A second scarcely more practicable scheme is for Candidate A and Candidate B to stand, but for Candidate B to make it clear that they would withdraw from the contest after the final Parliamentary ballot in favour of Candidate A, leaving the latter to be declared leader as the constitution stipulates.
Which provokes the obvious question: what happens if a Candidate C makes the final Parliamentary ballot, displacing one of the other two, and goes on to win the members’ ballot? I’m a bit sceptical, to put it mildly, of suggestions that most Tory MPs would seamlessly divide their votes between candidates A and B to ensure that this didn’t happen – as political parties in other countries sometimes do under the Single Transferable Vote system within individual constituencies.
Then there is a third plan. The 1922 Committee sets the rules for the Parliamentary stage of any leadership election. In the contest that has just taken place, it set a threshold of 20 nominations for potential entrants. (Which is why some aspirants, such as Rehman Chisti, didn’t make the ballot.)

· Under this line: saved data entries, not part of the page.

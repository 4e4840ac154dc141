"""What the written results of every study start with, and their tables."""

from __future__ import annotations

import platform
import shlex
import sys
from collections.abc import Iterable, Sequence
from datetime import UTC, datetime

import numpy as np
import scipy

import scantling


def preamble(title: str, seconds: float) -> list[str]:
    """Title, command, date, versions and time taken."""
    return [
        f"# {title}",
        "",
        f"Command: `python {shlex.join(sys.argv)}`.",
        f"{datetime.now(UTC):%Y-%m-%d}; scantling {scantling.__version__}, Python"
        f" {platform.python_version()}, numpy {np.__version__}, scipy {scipy.__version__};"
        f" {seconds:.0f} s.",
        "",
    ]


def table(header: Sequence[str], rows: Iterable[Sequence[str]]) -> list[str]:
    """A markdown table and an empty line."""
    lines = ["| " + " | ".join(header) + " |", "|" + "---|" * len(header)]
    lines += ["| " + " | ".join(row) + " |" for row in rows]
    return [*lines, ""]


def share_error(share: float, replications: int) -> float:
    """Monte Carlo standard error of a share."""
    return float(np.sqrt(share * (1 - share) / replications))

Some Conservative MPs are mulling an arrangement as follows. A new leader cannot be challenged for a year under the 1922 Committee’s rules. The ’22’s Executive meets. It votes to change them. Truss is challenged and faces a confidence vote. She loses it. The Executive then sets a threshold of 100 nominations for the election to replace her – or whatever figure will allow Candidate A to be the only one nominated. He or she then declared leader and there is no membership ballot.
For clarity: I’m not convinced of the practicality or desirability of any of these schemes. For a start, there seems to be no Candidate A available. Who is this person – this present-day Michael Howard? Rishi Sunak? No, because Truss loyalists would revolt at the prospect. Boris Johnson? The Conservative Party would have just a bit of explaining to do to the electorate.
Kit Malthouse? Sajid Javid? William Hague – delighted by the possibility of leading the Party to a second landslide defeat? (This time from the Lords.) In any event, the Party has burnt its way through four leaders in seven years. It’s not inconceivable that the agonies of electing a fifth would spark Parliamentary implosion. Furthermore, there are signs that Downing Street may be learning from the mistakes that the Prime Minister herself admits to.
The Party has made its bed and must lie in it, unless the Government is overwhelmed by events. It’s far from clear that there’s a majority in the Parliamentary Party for the public spending cuts that events are forcing on Truss and Kwarteng. If there isn’t, the logic of events points to a tussle between the markets and the Government over the withdrawal of the entire mini-Budget.
The nightmare prospect for the Prime Minister is that only such a grandmother of all U-turns is enough to placate the City boys anyway. In such circumstances, Kwarteng would have to go – but sacking him wouldn’t solve Truss’s problems. As I’ve written before, she would be a broken shell of a Prime Minister. The programme on which she had won the Tory leadership election would no longer exist. We would have a Truss Government but Sunak measures.
Perhaps none of this will happen. Maybe the markets will somehow calm down, a cuts package will be agreed, there will be only the mildest of downturns, growth will come next year, public perceptions of Truss will change, Labour will buckle when it comes under real scrutiny – and she will win off the back of a sugar boom in 2024. How likely do you think that is?